Al inspeccionar el vehículo, en el que viajaban 12 personas, el perro detectó cannabis oculto debajo de una alfombra, en el sector donde estaban sentadas dos mujeres identificadas como familiares de un menor que recibe tratamiento en el instituto. La droga fue secuestrada y puesta a disposición de las autoridades judiciales por infracción a la Ley 23.737 de Estupefacientes.
Un contexto que no es casualidad
El operativo no fue aleatorio. Se desplegó como respuesta directa a la revuelta protagonizada por menores alojados en el instituto el día martes, en la que un grupo de adolescentes protagonizó un violento motín: tomaron de rehén a un celador, lo amenazaron con un arma blanca y provocaron importantes destrozos en el pabellón y el área de enfermería. La calma recién se restableció pasada la 1 de la madrugada, tras el despliegue de efectivos policiales y del Servicio Penitenciario.
Según había señalado el ministro de Desarrollo Social, Federico Masso, la revuelta se originó porque las autoridades impidieron el ingreso de drogas durante las visitas previas: «Todo el problema se inició porque no dejamos que las drogas llegaran a su poder.
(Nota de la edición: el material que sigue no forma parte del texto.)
"""The DICOM node behind ``limen receive``: a Storage SCP that writes what the modalities send into the inbox.

A modality (or a PACS) opens an association with our AE title, proposes presentation contexts and sends each
QC image with C-STORE.  We accept the storage SOP classes of digital X-ray and digital mammography images, both
FOR PROCESSING and FOR PRESENTATION (``limen nightly`` decides what it scores and quarantines the rest with a
reason), in uncompressed or lossless transfer syntaxes, plus Verification (C-ECHO).  Every other abstract syntax
is rejected in the association's presentation-context negotiation, and an association whose calling AE title is
not in the configuration's allow-list is rejected as a whole.

Each dataset is written as a DICOM Part 10 file (preamble, file meta, the dataset's bytes exactly as received)
under a temporary hidden name in the inbox, flushed to disk, renamed to ``<SOP Instance UID>.dcm`` and the folder
itself flushed -- all before the success status goes back.  So ``limen nightly`` never sees half a file (the
scanner skips hidden names), and an image whose C-STORE was acknowledged survives a SIGKILL of this process.

References (docs/references.md):
  DICOM PS3.4 Annex A (Verification SOP Class) and Annex B (Storage Service Class): the SOP Class UIDs of
  B.5 (Table B.5-1) and the C-STORE statuses of B.2.3 (Table B.2-1): 0000 Success, A700–A7FF Refused: Out of
  Resources, A900–A9FF Error: Data Set Does Not Match SOP Class, C000–CFFF Error: Cannot Understand.
  DICOM PS3.8 section 7.1 and 9.3.4 (A-ASSOCIATE-RJ: result 1 rejected-permanent, source 1 service-user,
  reason 3 calling-AE-title-not-recognized, 7 called-AE-title-not-recognized) and 9.3.3.2 (presentation
  context result 3 abstract-syntax-not-supported, 4 transfer-syntaxes-not-supported).
  DICOM PS3.10 section 7.1: the Part 10 file (128-byte preamble, "DICM", group 0002 file meta).
  DICOM PS3.5 section 9.1: UIDs are digits and dots, at most 64 characters.
"""

from __future__ import annotations

import hashlib
import re
import threading
import time
from dataclasses import dataclass, field
from pathlib import Path
from typing import Callable

from scorer.errors import LimenError
from scorer.files import atomic_write_bytes, sync_folder
from scorer.qc.config import ReceiveConfig

#: Storage SOP classes accepted (PS3.4 Table B.5-1).  Computed Radiography, intra-oral and tomosynthesis
#: images are not phantom images this tool scores, so their contexts are rejected.
STORAGE_SOP_CLASSES = {
    "1.2.840.10008.5.1.4.1.1.1.1": "Digital X-Ray Image Storage - For Presentation",
    "1.2.840.10008.5.1.4.1.1.1.1.1": "Digital X-Ray Image Storage - For Processing",
    "1.2.840.10008.5.1.4.1.1.1.2": "Digital Mammography X-Ray Image Storage - For Presentation",
    "1.2.840.10008.5.1.4.1.1.1.2.1": "Digital Mammography X-Ray Image Storage - For Processing",
}
VERIFICATION_SOP_CLASS = "1.2.840.10008.1.1"  # PS3.4 Annex A
#: Transfer syntaxes accepted for images: uncompressed and lossless only (PS3.5 Annex A).  A lossy-compressed
#: QC image would change the noise the observer measures, so a modality offering only lossy syntaxes gets its
#: context rejected (result 4) rather than a threshold that is silently wrong.
TRANSFER_SYNTAXES = {
    "1.2.840.10008.1.2.1": "Explicit VR Little Endian",
    "1.2.840.10008.1.2": "Implicit VR Little Endian",  # the DICOM default every node must accept
    "1.2.840.10008.1.2.4.70": "JPEG Lossless, First-Order Prediction",
    "1.2.840.10008.1.2.4.57": "JPEG Lossless",
    "1.2.840.10008.1.2.4.80": "JPEG-LS Lossless",
    "1.2.840.10008.1.2.4.90": "JPEG 2000 (Lossless Only)",
    "1.2.840.10008.1.2.4.201": "HTJ2K (Lossless Only)",
    "1.2.840.10008.1.2.5": "RLE Lossless",
}
# C-STORE statuses, PS3.4 Table B.2-1
SUCCESS = 0x0000
OUT_OF_RESOURCES = 0xA700
DOES_NOT_MATCH_SOP_CLASS = 0xA900
CANNOT_UNDERSTAND = 0xC000

#: grace given to open associations on SIGTERM/SIGINT before they are aborted
STOP_GRACE_S = 20.0
_UID = re.compile(r"[0-9]+(\.[0-9]+)*")
_UNSAFE = re.compile(r"[^0-9A-Za-z.\-]")


def file_name_for(sop_instance_uid, data: bytes) -> str:
    """The inbox file name of a received dataset: ``<SOP Instance UID>.dcm``.

    A valid UID (PS3.5 9.1: digits and dots, ≤ 64 characters) is used as it is.  Anything else is sanitised
    to letters, digits, dots and hyphens (no path separator, never a leading dot, which would hide the file
    from the nightly scanner) and marked ``x-``; an empty one becomes ``sha256-<first 32 hex digits>``.
    """
    uid = str(sop_instance_uid or "").strip().strip("\0").strip()
    if len(uid) <= 64 and _UID.fullmatch(uid):
        return f"{uid}.dcm"
    safe = _UNSAFE.sub("_", uid)[:64].strip("._-")
    if not safe:
        return f"sha256-{hashlib.sha256(data).hexdigest()[:32]}.dcm"
    return f"x-{safe}.dcm"


class InboxWriter:
    """Write received datasets into the inbox: each complete or absent, names unique, nothing overwritten.

    A second dataset with the name of a file already present is compared with it: the same bytes (the
    modality sent the image again) count as stored; different bytes get the name ``<UID>.<sha256[:16]>.dcm``
    so neither is lost.  Names being written are reserved, so two associations never race for one name.
    """

    def __init__(self, inbox) -> None:
        self.inbox = Path(inbox)
        self._lock = threading.Lock()
        self._reserved: set[Path] = set()

    def write(self, data: bytes, sop_instance_uid) -> tuple[Path, bool]:
        """Store ``data``; return (path, True if identical bytes were already there).

        Raises
        ------
        LimenError
            The file cannot be written (disk full, permissions), naming the file.
        """
        name = file_name_for(sop_instance_uid, data)
        digest = None
        with self._lock:
            target = self.inbox / name
            n = 0
            while target in self._reserved or target.exists():
                if target not in self._reserved and _same_bytes(target, data):
                    return target, True
                digest = digest or hashlib.sha256(data).hexdigest()
                n += 1
                stem = name[: -len(".dcm")]
                target = self.inbox / (f"{stem}.{digest[:16]}.dcm" if n == 1 else f"{stem}.{digest[:16]}-{n}.dcm")
            self._reserved.add(target)
        try:
            atomic_write_bytes(target, data)  # temporary hidden name, fsync, rename
            try:
                sync_folder(self.inbox)  # the rename itself on disk before we acknowledge
            except OSError as exc:
                raise LimenError(f"cannot flush the inbox folder ({exc.strerror or exc})", self.inbox) from None
        finally:
            with self._lock:
                self._reserved.discard(target)
        return target, False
Vamos a mantener esta política. En esto no vamos a ceder. No nos vamos a doblegar», había sostenido el funcionario.
El secuestro de este miércoles parece confirmar esa hipótesis: familiares de internos intentaron aprovechar la jornada de visitas para introducir sustancias al establecimiento, tal como las autoridades habían advertido.
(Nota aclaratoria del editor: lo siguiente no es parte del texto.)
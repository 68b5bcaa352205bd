"""Baselines in the nightly database: an explicit one, reading and forgetting them.

The automatic baseline (the first stable run of K sessions by acquisition date) is chosen by
:meth:`scorer.qc.alerting.AlertOps.refresh_alerts` after every write.
"""

from __future__ import annotations

import json

from sqlalchemy import delete, select
from sqlalchemy.orm import Session

from scorer.errors import LimenError
from scorer.qc.queries import thresholds_in
from scorer.qc.tables import BaselineRow, SessionRow, ThresholdRow, utcnow


class BaselineOps:
    """Store operations on baselines; public methods are one transaction each (mixed into :class:`Store`)."""

    def _baseline_in(self, s: Session, detector, method):
        rows = s.scalars(
            select(BaselineRow).where(BaselineRow.detector == detector, BaselineRow.method == method)
        ).all()
        if not rows:
            return None
        import pandas as pd

        df = pd.DataFrame(
            [
                {
                    "diameter_mm": r.diameter_mm,
                    "mean_log10": r.mean_log10,
                    "sigma_log10": r.sigma_log10,
                    "sd_between_log10": r.sd_between_log10,
                    "se_within_log10": r.se_within_log10,
                    "n_sessions": r.n_sessions,
                }
                for r in rows
            ]
        )
        r0 = rows[0]
        return df, (r0.last_session_date, r0.last_session_id), set(json.loads(r0.session_ids)), r0.source

    def _methods_in(self, s: Session, detector: str) -> list[str]:
        return list(
            s.scalars(
                select(ThresholdRow.method)
                .join(SessionRow, SessionRow.id == ThresholdRow.session_id)
                .where(SessionRow.detector == detector, SessionRow.state == "scored")
                .distinct()
            )
        )

    def set_baseline(self, detector: str, session_ids: list[int], k: int = 5, rules=None, human_factor=None):
        """An explicit baseline from chosen scored sessions of ``detector`` (every method).

        The stored alerts of every session are evaluated again against it.  Returns (baseline frame per
        method, :class:`~scorer.qc.alerting.AlertChanges`).
        """
        from scorer.qc.alerting import AlertChanges
        from scorer.qc.config import AlertRules
        from scorer.qc.control import compute_baseline

        rules = rules or AlertRules()
        with self.transaction() as s:
            hist = thresholds_in(s, detector, None)
            have = set(int(x) for x in hist["session_id"].unique())
            missing = sorted(set(session_ids) - have)
            if missing:
                raise LimenError(
                    f"session(s) {', '.join(map(str, missing))} are not scored sessions of detector {detector!r}",
                    "--sessions",
                )
            if len(set(session_ids)) < 2:
                raise LimenError("a baseline needs at least two sessions", "--sessions")
            sel = hist[hist["session_id"].isin(session_ids)]
            order = sel.drop_duplicates("session_id").sort_values(["session_date", "session_id"])
            last = (str(order["session_date"].iloc[-1]), int(order["session_id"].iloc[-1]))
            out = {}
            changes = AlertChanges()
            for method, g in sel.groupby("method"):
                before = self._baseline_in(s, detector, method)
                frame = compute_baseline(g)
                self.put_baseline(s, detector, method, frame, sorted(set(session_ids)), last, "explicit")
                out[method] = frame
                changes.baseline_changes.append(
                    {
                        "detector": detector,
                        "method": method,
                        "before": None if before is None else sorted(before[2]),
                        "after": sorted(set(session_ids)),
                    }
                )
                changes.extend(self.refresh_alerts(s, detector, method, k, rules, human_factor=human_factor))
            return out, changes

    def clear_baseline(self, detector: str, k: int = 5, rules=None, human_factor=None):
        """Forget a detector's baseline: the automatic one is chosen again from its sessions' dates.

        Returns (rows removed, :class:`~scorer.qc.alerting.AlertChanges`).
        """
        from scorer.qc.alerting import AlertChanges
        from scorer.qc.config import AlertRules

        rules = rules or AlertRules()
        with self.transaction() as s:
            n = int(s.execute(delete(BaselineRow).where(BaselineRow.detector == detector)).rowcount or 0)
            changes = AlertChanges()
            for method in self._methods_in(s, detector):
                changes.extend(self.refresh_alerts(s, detector, method, k, rules, human_factor=human_factor))
            return n, changes

    def baseline(self, detector: str, method: str):
        """(baseline frame, (last date, last id), session ids, source) or None."""
        with self.transaction() as s:
            return self._baseline_in(s, detector, method)

    def put_baseline(
        self, s: Session, detector: str, method: str, frame, session_ids: list[int], last: tuple[str, int], source: str
    ) -> None:
        """Replace a detector's baseline for one method (inside the caller's transaction)."""
        s.execute(delete(BaselineRow).where(BaselineRow.detector == detector, BaselineRow.method == method))
        now = utcnow()
        for r in frame.itertuples():
            s.add(
                BaselineRow(
                    detector=detector,
                    method=method,
                    diameter_mm=float(r.diameter_mm),
                    mean_log10=float(r.mean_log10),
                    sigma_log10=float(r.sigma_log10),
                    sd_between_log10=float(r.sd_between_log10),
                    se_within_log10=float(r.se_within_log10),
                    n_sessions=int(r.n_sessions),
                    session_ids=json.dumps(sorted(session_ids)),
                    last_session_date=last[0],
                    last_session_id=int(last[1]),
                    source=source,
                    created_at=now,
                )
            )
La política de control se sostiene
El gobernador Osvaldo Jaldo también se había pronunciado sobre el tema, recordando que en el antiguo Instituto Roca la droga ingresaba incluso desde la vía pública: «Desde la vereda se tiraba droga hacia adentro. En cambio, en el Instituto Padre Cura Brochero hoy se está haciendo un cumplimiento efectivo del encierro como marca la ley», afirmó.
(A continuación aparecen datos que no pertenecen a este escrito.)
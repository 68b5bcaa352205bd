"""Reading the nightly database for reports and commands: thresholds, sessions, alerts, quarantine, counts."""

from __future__ import annotations

import json

from sqlalchemy import func, select, update
from sqlalchemy.orm import Session

from scorer.qc.tables import (
    AlertRow,
    BaselineRow,
    ImageRow,
    QuarantineRow,
    ResponseRow,
    SessionRow,
    ThresholdRow,
    utcnow,
)


class QueryOps:
    """Store operations reading results (and marking alerts e-mailed), one transaction each (mixed into Store)."""

    def thresholds_frame(self, detector: str | None = None, method: str | None = None, session: Session | None = None):
        """Scored thresholds joined with their sessions (one row per session, method and diameter)."""
        if session is not None:
            return thresholds_in(session, detector, method)
        with self.transaction() as s:
            return thresholds_in(s, detector, method)

    def alerts(self, detector: str | None = None, unsent_only: bool = False) -> list[dict]:
        q = select(AlertRow).order_by(AlertRow.session_date, AlertRow.id)
        if detector is not None:
            q = q.where(AlertRow.detector == detector)
        if unsent_only:
            q = q.where(AlertRow.emailed_at.is_(None))
        with self.transaction() as s:
            return [
                {
                    "id": a.id,
                    "session_id": a.session_id,
                    "detector": a.detector,
                    "session_date": a.session_date,
                    "method": a.method,
                    "diameter_mm": a.diameter_mm,
                    "rule": a.rule,
                    "direction": a.direction,
                    "value": a.value,
                    "reference": a.reference,
                    "message": a.message,
                    "emailed": a.emailed_at is not None,
                }
                for a in s.scalars(q)
            ]

    def mark_emailed(self, alert_ids) -> None:
        with self.transaction() as s:
            s.execute(update(AlertRow).where(AlertRow.id.in_(list(alert_ids))).values(emailed_at=utcnow()))

    def detectors(self) -> list[str]:
        with self.transaction() as s:
            return list(
                s.scalars(
                    select(SessionRow.detector)
                    .where(SessionRow.state == "scored")
                    .distinct()
                    .order_by(SessionRow.detector)
                )
            )

    def sessions(self, detector: str | None = None, state: str | None = "scored") -> list[dict]:
        q = select(SessionRow).order_by(SessionRow.detector, SessionRow.session_date, SessionRow.id)
        if detector is not None:
            q = q.where(SessionRow.detector == detector)
        if state is not None:
            q = q.where(SessionRow.state == state)
        with self.transaction() as s:
            return [
                {
                    "id": r.id,
                    "detector": r.detector,
                    "session_date": r.session_date,
                    "state": r.state,
                    "n_images": r.n_images,
                    "kvp": r.kvp,
                    "anode": r.anode,
                    "filter": r.filter,
                    "flags": json.loads(r.flags or "[]"),
                    "overall_verdict": r.overall_verdict,
                    "observer": r.observer,
                    "verdict_method": r.verdict_method,
                    "scored_at": r.scored_at,
                    "scoring_s": r.scoring_s,
                    "warnings": json.loads(r.warnings or "[]"),
                }
                for r in s.scalars(q)
            ]

    def simulated_images(self) -> dict[int, int | None]:
        """Scored session id → how many of its images Limen's simulator made (None: stored before Limen said so)."""
        with self.transaction() as s:
            rows = s.execute(select(SessionRow.id, SessionRow.settings).where(SessionRow.state == "scored")).all()
        out: dict[int, int | None] = {}
        for sid, settings in rows:
            n = json.loads(settings or "{}").get("simulated_images")
            out[int(sid)] = None if n is None else int(n)
        return out

    def other_sessions(self, group_key: str, session_id: int) -> list[dict]:
        """Sessions other than ``session_id`` with the same detector, day and settings (their id and image count)."""
        with self.transaction() as s:
            rows = s.execute(
                select(SessionRow.id, SessionRow.n_images, SessionRow.state).where(
                    SessionRow.group_key == group_key, SessionRow.id != session_id
                )
            ).all()
        return [{"id": r.id, "n_images": r.n_images, "state": r.state} for r in rows]

    def quarantine_log(self) -> list[dict]:
        with self.transaction() as s:
            return [
                {"path": r.original_path, "moved_to": r.moved_to, "reason": r.reason, "at": r.at}
                for r in s.scalars(select(QuarantineRow).order_by(QuarantineRow.id))
            ]

    def counts(self) -> dict:
        """Row counts per table (for tests and the bench)."""
        with self.transaction() as s:
            return {
                t.__tablename__: int(s.scalar(select(func.count()).select_from(t)))
                for t in (SessionRow, ImageRow, ThresholdRow, ResponseRow, BaselineRow, AlertRow, QuarantineRow)
            }


def thresholds_in(s: Session, detector, method):
    """Scored thresholds joined with their sessions, read in the caller's transaction ``s`` (a DataFrame)."""
    import pandas as pd

    q = (
        select(
            SessionRow.id.label("session_id"),
            SessionRow.detector,
            SessionRow.session_date,
            SessionRow.n_images,
            SessionRow.flags,
            SessionRow.overall_verdict,
            SessionRow.kvp,
            ThresholdRow.method,
            ThresholdRow.observer,
            ThresholdRow.diameter_mm,
            ThresholdRow.threshold_contrast,
            ThresholdRow.ci_low,
            ThresholdRow.ci_high,
            ThresholdRow.compared_contrast,
            ThresholdRow.acceptable,
            ThresholdRow.verdict,
        )
        .join(ThresholdRow, ThresholdRow.session_id == SessionRow.id)
        .where(SessionRow.state == "scored")
    )
    if detector is not None:
        q = q.where(SessionRow.detector == detector)
    if method is not None:
        q = q.where(ThresholdRow.method == method)
    rows = (
        s.execute(
            q.order_by(
                SessionRow.detector,
                SessionRow.session_date,
                SessionRow.id,
                ThresholdRow.method,
                ThresholdRow.diameter_mm,
            )
        )
        .mappings()
        .all()
    )
    cols = [
        "session_id",
        "detector",
        "session_date",
        "n_images",
        "flags",
        "overall_verdict",
        "kvp",
        "method",
        "observer",
        "diameter_mm",
        "threshold_contrast",
        "ci_low",
        "ci_high",
        "compared_contrast",
        "acceptable",
        "verdict",
    ]
    df = pd.DataFrame([dict(r) for r in rows], columns=cols)
    for c in ("threshold_contrast", "ci_low", "ci_high", "compared_contrast", "acceptable", "diameter_mm"):
        df[c] = pd.to_numeric(df[c], errors="coerce").astype(float)
    return df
El instituto, que tiene aproximadamente tres meses de funcionamiento en el complejo de Benjamín Paz, aloja a menores en conflicto con la ley penal y opera bajo un régimen especial, con personal seleccionado y formado por el Ministerio de Desarrollo Social. Actualmente hay diez menores alojados, de los cuales al menos dos enfrentan cargos por homicidio.